Some email products now make use of Advanced Threat Protection (ATP), which has the potential to thoroughly mangle any server-generated emails that you send. Essentially, it replaces any URLs in your message with so-called "safe links", which can render your emails illegible. Here is an outline of the problem and how to avoid it. Thanks to Gary Douthwaite for alerting me to this problem.
If you are in the habit (as I am) of using server-generated plain-text emails that contain URLs (or more specifically, web site addresses) then you might find that certain email packages - Outlook, gmail etc - replace your compact url, like, e.g.

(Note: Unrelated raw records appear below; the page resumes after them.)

import { Controller, Get } from '@nestjs/common';
import { ApiOkResponse, ApiTags } from '@nestjs/swagger';
import { Alive, Ready } from '@tallypole/shared/schemas/health';
import { Route } from '../common/route.ts';
import { ReadinessService } from './readiness.service.ts';

@ApiTags('health')
@Controller('health')
export class HealthController {
  constructor(private readonly readiness: ReadinessService) {}

  /** The process runs; nothing else is asked. A supervisor that restarts on a failure here never restarts for the database's sake. */
  @Get() @Route('public', 'read') @ApiOkResponse({ standardSchema: Alive })
  alive(): Alive {
    return { status: 'ok' };
  }

  /** Whether requests should come here now; 503 says in `detail` what is missing. */
  @Get('ready') @Route('public', 'read') @ApiOkResponse({ standardSchema: Ready })
  ready(): Promise<Ready> {
    return this.readiness.check();
  }
}
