import { afterAll, beforeAll, describe, expect, it } from '@jest/globals';
import { readdirSync } from 'node:fs';
import { v7 } from 'uuid';
import { createJob, principalWithFirm } from '../support/builders.ts';
import { House, until } from '../support/house.ts';
import { jpeg } from '../support/photos.ts';
import { smallSchedule } from '../support/schedule-builders.ts';
import { upload } from '../support/uploads.ts';

describe('photos whose worker is killed', () => {
  let house: House;
  beforeAll(async () => {
    house = await House.open();
  });
  afterAll(() => house.close());

  it('are read by the next one, each once', async () => {
    const { url, child: web } = await house.web();
    const mailer = await house.worker();
    const { principal, firmId } = await principalWithFirm(house, url);
    const job = await createJob(principal, firmId);
    const { Framing: milestoneId } = (await smallSchedule(principal, job.id)).milestoneId;
    await house.kill(mailer);
    for (let scene = 1; scene <= 12; scene += 1) {
      const answer = await upload(principal, `/jobs/${job.id}/photos`, { id: v7(), milestoneId }, { name: `${scene}.jpg`, content: await jpeg({ scene, width: 3_000, height: 2_000 }) });
      expect(answer.status).toBe(201);
    }
    // the web process may die too: what was acknowledged is kept
    await house.kill(web);
    const first = await house.worker();
    await until(async () => (await ready()) > 0, 'the first photo');
    await house.kill(first);
    expect(await ready()).toBeLessThan(12);
    await house.worker();
    await until(async () => (await ready()) === 12, 'the other photos', 30_000);
    const rows = await house.sql<{ n: number }>('select jsonb_array_length(sizes) as n from photo');
    expect(rows.map(({ n }) => n)).toEqual(Array.from({ length: 12 }, () => 3));
    const known = await house.sql<{ key: string }>(`select storage_key as key from file union all select s->>'key' from photo, jsonb_array_elements(sizes) s`);
    const kept = readdirSync(house.env['FILES_DIR'] ?? '', { recursive: true, encoding: 'utf8' });
    expect(known.filter(({ key }) => !kept.includes(key))).toEqual([]);
  });

  const ready = async () => (await house.sql<{ n: number }>(`select count(*)::int as n from photo where state = 'ready'`))[0]?.n ?? 0;
});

http://hidden.earth, with a much longer and illegible URL that directs the reader to a site that checks the email address for validity. As far as I can determine, the algorithm for this is
- If the email is in plain text, parse it for http addresses and replace them
- if the email is in HTML then parse and replace only the href attribute of the <a> tag
Thus, the simplest "cure" is that you send an HTML message instead of plain text. To do this in a way that preserves your original intention regarding line breaks, you should...

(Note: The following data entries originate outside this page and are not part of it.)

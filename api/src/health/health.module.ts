import { Module } from '@nestjs/common';
import { GentleStop } from './gentle-stop.ts';
import { HealthController } from './health.controller.ts';
import { ReadinessRepository } from './readiness.repository.ts';
import { ReadinessService } from './readiness.service.ts';

@Module({ controllers: [HealthController], providers: [GentleStop, ReadinessService, ReadinessRepository] })
export class HealthModule {}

- add a MIME header for HTML content (how to do that is not covered in this post)
- encapsulate the content in <pre> tags, possibly adding a style setting for the font as well (or it may default to Courier (yuk!) in your customer's email viewer
There is one difficulty with the above, which is that a mail reader might no longer make the links clickable. For example, Thunderbird seems to do...

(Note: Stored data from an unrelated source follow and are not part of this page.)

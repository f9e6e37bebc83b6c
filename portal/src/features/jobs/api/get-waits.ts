import { queryOptions } from '@tanstack/react-query';
import type { AllWaits } from '@tallypole/shared/schemas/house';
import { get } from '../../../lib/http.ts';

export const waitsQuery = queryOptions({ queryKey: ['waits'], queryFn: ({ signal }) => get<AllWaits>('waits', signal), refetchInterval: 60_000 });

- If the email is in plain text, parse it for http addresses and display them as clickable links
- if the email is in HTML then leave it to the HTML renderer to do this task
...which means that, not only do you need to send an HTML message, but you need to parse it for http addresses and create the <a> tags yourself. This is simple, but here is a tip: make sure that you correctly identify the end of an address. Addresses do not only end in a space, they can also be terminated by punctuation (e.g. a comma or full stop). Something like this perhaps...
Code: Select all
function parse_for_URLs($message) // returns a modified $message
{
// in a supposed plain-text email, replace http addresses with <a> tags
return preg_replace('/(http.*?)(?=[\.,;\'\"]?\s)/', '<a href="$1">$1</a>', $message);
}
although that does not allow for URLs that might span more than one line. To encapsulate the text, do something like ...
Code: Select all
function add_HTML_wrapper($message) // returns a modified $message
{
$message_top = <<<EOT
<!--This message requires an HTML text viewer-->
<pre style="font-family: Consolas, 'DejaVu Sans Mono', 'Lucida Console', 'Andale Mono', monospace">
EOT;
$message_tail = "</pre>\n";
$message = $message_top . $message . $message_tail;
return $message;
}
I am in the process of applying these changes across all the sites that I maintain. I use a single custom function to send email, so its relatively easy to say "if the email does not contain any MIME info then add a MIME type of HTML, encapsulate in <pre> tags and parse for URLs". The problem occurs, for me, if the message is
already a multipart MIME message. That's trickier to handle and probably means (for me) "manually" modifying the message when it is generated.